> **The data**
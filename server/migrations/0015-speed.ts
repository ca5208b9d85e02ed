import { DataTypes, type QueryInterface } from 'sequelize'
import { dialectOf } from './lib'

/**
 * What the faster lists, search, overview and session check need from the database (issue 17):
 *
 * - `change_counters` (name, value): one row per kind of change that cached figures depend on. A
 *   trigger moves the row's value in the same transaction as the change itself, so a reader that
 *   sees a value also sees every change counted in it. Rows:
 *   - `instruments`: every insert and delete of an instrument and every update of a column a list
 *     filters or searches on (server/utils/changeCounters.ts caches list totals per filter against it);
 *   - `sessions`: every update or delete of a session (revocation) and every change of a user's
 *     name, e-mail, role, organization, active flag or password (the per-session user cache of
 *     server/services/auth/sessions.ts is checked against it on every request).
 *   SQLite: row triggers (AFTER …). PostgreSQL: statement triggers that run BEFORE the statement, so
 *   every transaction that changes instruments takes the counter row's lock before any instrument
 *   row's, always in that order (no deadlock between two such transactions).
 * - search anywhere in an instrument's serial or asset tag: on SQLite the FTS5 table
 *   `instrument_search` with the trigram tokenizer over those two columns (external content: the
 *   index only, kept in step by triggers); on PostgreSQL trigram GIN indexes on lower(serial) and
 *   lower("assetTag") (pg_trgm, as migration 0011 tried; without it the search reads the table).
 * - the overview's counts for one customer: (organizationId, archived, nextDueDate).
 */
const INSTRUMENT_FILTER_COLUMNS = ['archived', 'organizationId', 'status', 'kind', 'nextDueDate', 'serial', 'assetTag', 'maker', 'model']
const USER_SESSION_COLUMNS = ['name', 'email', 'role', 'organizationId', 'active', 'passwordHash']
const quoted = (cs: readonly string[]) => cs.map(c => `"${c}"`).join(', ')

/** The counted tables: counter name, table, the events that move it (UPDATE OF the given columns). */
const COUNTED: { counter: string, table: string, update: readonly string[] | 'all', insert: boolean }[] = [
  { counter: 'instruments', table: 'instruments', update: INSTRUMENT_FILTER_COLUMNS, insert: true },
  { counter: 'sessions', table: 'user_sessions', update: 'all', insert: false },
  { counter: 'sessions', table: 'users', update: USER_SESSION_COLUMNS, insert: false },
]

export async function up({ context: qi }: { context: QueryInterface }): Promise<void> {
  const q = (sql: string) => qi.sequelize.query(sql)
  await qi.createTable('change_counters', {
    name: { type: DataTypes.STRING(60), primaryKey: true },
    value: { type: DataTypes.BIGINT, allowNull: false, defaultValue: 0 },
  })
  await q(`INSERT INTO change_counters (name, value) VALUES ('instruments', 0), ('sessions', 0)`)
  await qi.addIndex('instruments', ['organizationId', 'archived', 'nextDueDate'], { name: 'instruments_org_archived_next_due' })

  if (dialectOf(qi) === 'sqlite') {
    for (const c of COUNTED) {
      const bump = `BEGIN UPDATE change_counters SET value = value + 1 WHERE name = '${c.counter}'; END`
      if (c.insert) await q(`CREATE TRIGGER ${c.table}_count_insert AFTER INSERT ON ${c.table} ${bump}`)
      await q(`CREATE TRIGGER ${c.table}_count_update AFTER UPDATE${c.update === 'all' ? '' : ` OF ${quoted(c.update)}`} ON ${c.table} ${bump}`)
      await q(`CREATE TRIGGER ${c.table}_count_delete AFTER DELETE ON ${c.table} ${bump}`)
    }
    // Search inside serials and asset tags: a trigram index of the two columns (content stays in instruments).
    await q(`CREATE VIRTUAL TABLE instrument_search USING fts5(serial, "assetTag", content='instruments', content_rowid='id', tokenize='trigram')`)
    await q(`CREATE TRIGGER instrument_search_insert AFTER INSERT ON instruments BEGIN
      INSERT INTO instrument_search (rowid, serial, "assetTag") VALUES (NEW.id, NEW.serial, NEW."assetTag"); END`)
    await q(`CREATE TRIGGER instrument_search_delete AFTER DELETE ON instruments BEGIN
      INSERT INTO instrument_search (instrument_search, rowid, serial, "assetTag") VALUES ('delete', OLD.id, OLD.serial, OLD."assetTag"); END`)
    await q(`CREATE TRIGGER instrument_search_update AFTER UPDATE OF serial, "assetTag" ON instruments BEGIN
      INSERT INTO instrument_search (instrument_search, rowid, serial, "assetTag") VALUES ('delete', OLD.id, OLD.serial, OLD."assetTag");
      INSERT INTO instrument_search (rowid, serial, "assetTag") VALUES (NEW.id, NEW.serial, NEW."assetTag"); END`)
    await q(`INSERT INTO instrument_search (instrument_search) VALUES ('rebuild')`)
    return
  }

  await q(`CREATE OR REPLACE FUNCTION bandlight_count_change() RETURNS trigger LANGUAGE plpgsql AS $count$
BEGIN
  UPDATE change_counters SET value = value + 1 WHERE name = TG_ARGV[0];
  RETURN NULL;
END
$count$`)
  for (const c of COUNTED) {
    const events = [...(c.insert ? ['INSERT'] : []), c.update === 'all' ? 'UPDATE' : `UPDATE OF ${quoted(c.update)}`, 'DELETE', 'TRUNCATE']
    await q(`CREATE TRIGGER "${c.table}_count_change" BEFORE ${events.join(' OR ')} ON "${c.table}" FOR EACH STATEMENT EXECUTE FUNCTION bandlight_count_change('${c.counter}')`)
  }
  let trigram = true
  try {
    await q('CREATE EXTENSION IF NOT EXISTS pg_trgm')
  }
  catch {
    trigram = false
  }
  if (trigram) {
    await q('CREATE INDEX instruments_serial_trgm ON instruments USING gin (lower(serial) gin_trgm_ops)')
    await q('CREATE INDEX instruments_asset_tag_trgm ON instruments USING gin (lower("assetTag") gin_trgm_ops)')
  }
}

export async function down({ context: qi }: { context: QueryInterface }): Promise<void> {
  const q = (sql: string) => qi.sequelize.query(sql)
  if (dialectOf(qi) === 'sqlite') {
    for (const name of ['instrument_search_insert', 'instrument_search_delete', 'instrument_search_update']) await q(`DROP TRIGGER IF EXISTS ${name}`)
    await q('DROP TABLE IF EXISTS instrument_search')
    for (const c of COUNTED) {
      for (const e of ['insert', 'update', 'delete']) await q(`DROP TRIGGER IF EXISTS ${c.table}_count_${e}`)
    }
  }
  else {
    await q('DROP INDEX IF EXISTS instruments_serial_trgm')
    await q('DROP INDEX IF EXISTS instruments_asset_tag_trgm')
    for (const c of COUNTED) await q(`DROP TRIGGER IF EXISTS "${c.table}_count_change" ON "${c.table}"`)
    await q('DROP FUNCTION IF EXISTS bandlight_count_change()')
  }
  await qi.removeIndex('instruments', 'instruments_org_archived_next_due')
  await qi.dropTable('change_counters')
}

> **Problem description**
In the material, count each line that holds the string "triggers", and report only how many there are.

> **Exercise solution**
2